Yet again more moves which take away the liberty of all citizens and users instead of restricting predatory companies and products..

How much access to money parents want to give their kids is up to the parents.

What people do with their own money, including kids, is up to the people.

WHY are countries not enacting laws that punish companies for once? Say something like:

• "After 3-5 purchases of the same item with random contents the buyer should get the content they specifically want."

• "No item with random contents should cost more than N $\€"

• "Buyers should have N-M hours to get a refund for an item with random contents"

That way you could keep the "fun" and spirit of gambling without its destructive spiral and stuff

Agentlien 6 hours ago | parent | next [-]

How does an age recommendation take away liberties?

I have kids and as a parent I use these ratings as a very loose guide combined with my own experience and understanding of the game in question. Other parents ignore them completely.

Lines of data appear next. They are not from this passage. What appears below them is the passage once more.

// Structural validation of a model file by walking the published JSON Schema itself (the subset of
// draft 2020-12 that modelSchema uses), so that the schema and our validator cannot drift apart.
import { describeValue, issue, type FlexuraIssue, type IssuePath } from "../errors/index.js";
import { closestName } from "./closest.js";
import { modelSchema } from "./schema.js";
import type { SchemaNode } from "./schema-parts.js";

type Node = { readonly [keyword: string]: unknown };
type Json = Readonly<Record<string, unknown>>;

const defs = modelSchema["$defs"] as Readonly<Record<string, SchemaNode>>;

function resolve(node: Node): Node | undefined {
  const target = node["$ref"];
  if (typeof target !== "string") return undefined;
  const found = defs[target.replace("#/$defs/", "")];
  return typeof found === "object" ? found : undefined;
}

function typeOf(value: unknown): string {
  if (value === null) return "null";
  if (Array.isArray(value)) return "array";
  return typeof value;
}

function typeMatches(value: unknown, type: unknown): boolean {
  const types = Array.isArray(type) ? (type as unknown[]) : [type];
  return types.some((t) => (t === "number" ? typeof value === "number" : typeOf(value) === t));
}

function titleOf(node: Node): string | undefined {
  if (typeof node["title"] === "string") return node["title"];
  const target = resolve(node);
  return target === undefined ? undefined : titleOf(target);
}

const TYPE_WORDS: Readonly<Record<string, string>> = { string: "a string", number: "a number", object: "an object", array: "a list", boolean: "true or false" };

function expected(node: Node): string {
  const title = titleOf(node);
  if (title !== undefined) return title;
  const types = Array.isArray(node["type"]) ? (node["type"] as string[]) : [String(node["type"])];
  return types.map((t) => TYPE_WORDS[t] ?? t).join(" or ");
}

const last = (path: IssuePath): string => String(path[path.length - 1] ?? "");

function context(parent: Json | undefined): string {
  if (parent === undefined) return "";
  const tag = typeof parent["type"] === "string" ? parent["type"] : typeof parent["shape"] === "string" ? parent["shape"] : undefined;
  return tag === undefined ? "" : ` for type "${tag}"`;
}

function isValid(node: SchemaNode, value: unknown): boolean {
  const out: FlexuraIssue[] = [];
  walk(node, value, [], out, undefined);
  return out.length === 0;
}

function checkObject(node: Node, value: Json, path: IssuePath, out: FlexuraIssue[]): void {
  const required = (node["required"] as readonly string[] | undefined) ?? [];
  const properties = (node["properties"] as Readonly<Record<string, SchemaNode>> | undefined) ?? {};
  const what = titleOf(node);
  for (const name of required) {
    if (!(name in value) || value[name] === undefined) {
      out.push(issue("missing-field", [...path, name], `Missing "${name}"${what === undefined ? "" : `: ${what} needs it`}.`, { field: name }));
    }
  }
  for (const [name, sub] of Object.entries(properties)) {
    if (name in value && value[name] !== undefined) walk(sub, value[name], [...path, name], out, value);
  }
  // The schema uses additionalProperties only as `false` (closed objects, so typos are caught).
  if (node["additionalProperties"] !== false) return;
  for (const name of Object.keys(value)) {
    if (name in properties || value[name] === undefined) continue;
    const near = closestName(name, Object.keys(properties));
    const hint = near === undefined ? "" : ` Did you mean "${near}"?`;
    out.push(issue("unknown-field", [...path, name], `Unknown field "${name}"${what === undefined ? "" : ` in ${what}`}.${hint}`, { field: name }));
  }
}

function checkCombinators(node: Node, value: unknown, path: IssuePath, out: FlexuraIssue[], parent: Json | undefined): void {
  for (const sub of (node["allOf"] as readonly SchemaNode[] | undefined) ?? []) walk(sub, value, path, out, parent);
  const anyOf = node["anyOf"] as readonly Node[] | undefined;
  if (anyOf !== undefined && !anyOf.some((sub) => isValid(sub, value))) {
    const names = anyOf.flatMap((sub) => (sub["required"] as readonly string[] | undefined) ?? []);
    out.push(issue("missing-field", path, `Give ${names.map((n) => `"${n}"`).join(" or ")} (or both)${context(value as Json)}.`, { fields: names }));
  }
  if (node["if"] !== undefined) {
    const branch = isValid(node["if"] as SchemaNode, value) ? node["then"] : node["else"];
    if (branch !== undefined) walk(branch as SchemaNode, value, path, out, parent);
  }
}

/** Checks `value` against one schema node, appending an issue for each problem found. */
function walk(schema: SchemaNode, value: unknown, path: IssuePath, out: FlexuraIssue[], parent: Json | undefined): void {
  if (schema === true) return;
  if (schema === false) {
    out.push(issue("field-not-allowed", path, `The field "${last(path)}" does not apply${context(parent)}; remove it.`, { field: last(path) }));
    return;
  }
  const node = schema;
  const target = resolve(node);
  if (target !== undefined) walk(target, value, path, out, parent);
  if (node["type"] !== undefined && !typeMatches(value, node["type"])) {
    out.push(issue("wrong-type", path, `Expected ${expected(node)}; got ${describeValue(value)}.`, { expected: node["type"], value: describeValue(value) }));
    return;
  }
  if (node["type"] !== undefined && typeof value === "number" && !Number.isFinite(value)) {
    out.push(issue("not-finite", path, `Expected a finite number; got ${String(value)}.`, { value: String(value) }));
  }
  if ("const" in node && value !== node["const"]) {
    out.push(issue("not-an-option", path, `Expected ${JSON.stringify(node["const"])}; got ${describeValue(value)}.`, { value: describeValue(value) }));
  }
  const options = node["enum"] as readonly unknown[] | undefined;
  if (options !== undefined && !options.includes(value)) {
    out.push(
      issue("not-an-option", path, `Expected one of ${options.map((o) => JSON.stringify(o)).join(", ")}; got ${describeValue(value)}.`, {
        value: describeValue(value),
        options,
      }),
    );
  }
  const minLength = node["minLength"];
  if (typeof minLength === "number" && typeof value === "string" && [...value].length < minLength) {
    out.push(issue("empty-string", path, `"${last(path)}" must not be empty.`));
  }
  if (Array.isArray(value)) {
    const minItems = node["minItems"];
    if (typeof minItems === "number" && value.length < minItems) {
      out.push(issue("too-few-items", path, `Give at least ${minItems} item${minItems === 1 ? "" : "s"} in "${last(path)}".`, { minItems }));
    }
    const items = node["items"] as SchemaNode | undefined;
    if (items !== undefined) value.forEach((item, i) => walk(items, item, [...path, i], out, undefined));
  }
  if (typeOf(value) === "object") checkObject(node, value as Json, path, out);
  checkCombinators(node, value, path, out, parent);
}

/**
 * Checks the structure of a model file (fields, types, allowed values) against the published
 * schema, returning every problem found (an empty list when the structure is sound).
 */
export function structuralIssues(json: unknown): readonly FlexuraIssue[] {
  const out: FlexuraIssue[] = [];
  walk(modelSchema, json, [], out, undefined);
  return out.map((i) =>
    i.code === "not-an-option" && i.path.length === 1 && i.path[0] === "format"
      ? { ...i, code: "unsupported-format", message: `This release reads model format 1; got ${String(i["value"])}. Update flexura or set "format": 1.` }
      : i,
  );
}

I agree more could be done to directly affect the companies, and there have been a lot of legal cases surrounding loot boxes aimed at children.

But this is a good complement to that. It makes it easier for parents to get aware of the issue.

shevy-java 6 hours ago | parent | next [-]

> How does an age recommendation take away liberties?

For instance, by being used in further legislation to mandate age verification on all operating systems. Lo and behold, that is already happening - see California.

One can not view a single law and assume it is isolated, when in reality this is a move by lobbyists to further restrict people and sniff after them (see MidnightBSD giving in and adding a daemon that sniffs for user data; I am 100% certain systemd on Linux will follow suit, via a new systemd-sniffy daemon). Some companies pay good money for such legislation. So the answer to your question is very simple, actually. You just should not view it as an isolated way while ignoring everything else - lobbyists are sneaky. It reminds me of Google claiming it has no problem with ad-blockers, then they went on to destroy ublock origin (https://ublockorigin.com/).

Agentlien 6 hours ago | parent [-]

I'm skeptical because this is not a new system part of those lobbyist agendas. This is a recommendation system which has been in effect for over 20 years. And this is a tweak to how they update recommendations.

Razengan 6 hours ago | parent | prev [-]

> How does an age recommendation take away liberties?

They've already enacted mandatory age-verification-via-ID to use apps/features.

It seems they're gonna put as many "gates/fences" at every N age years to make sure they can surveil as many people in distinct age brackets as possible.

Up next: Be of at least N years to watch cartoons with animated violence?

saulapremium 4 hours ago | parent [-]

That didn't really answer the question.

kelnos 5 hours ago | parent | prev | next [-]

Adjusting an age-ratings system doesn't take liberty away from anyone. Parents can still allow their kids to play whatever games the parent deems is ok.

I agree with some of your other points, though: we should have legally mandated return periods for this sort of thing. Not sure how you'd enshrine price limits into law, though; that seems impractical.

Razengan 2 hours ago | parent [-]

> Not sure how you'd enshrine price limits into law, though; that seems impractical.

Thinking in childrens' terms:

• Any microtransaction <$1 is fine, up to 10 per week or 20 per month or whatever

• Anything between $1-$10 should be more limited

• Anything $10 or above should be limited to 1 per week

• No microtransaction should cost more than 50% of the game's own full price, if the game isn't free

PunchyHamster 4 hours ago | parent | prev [-]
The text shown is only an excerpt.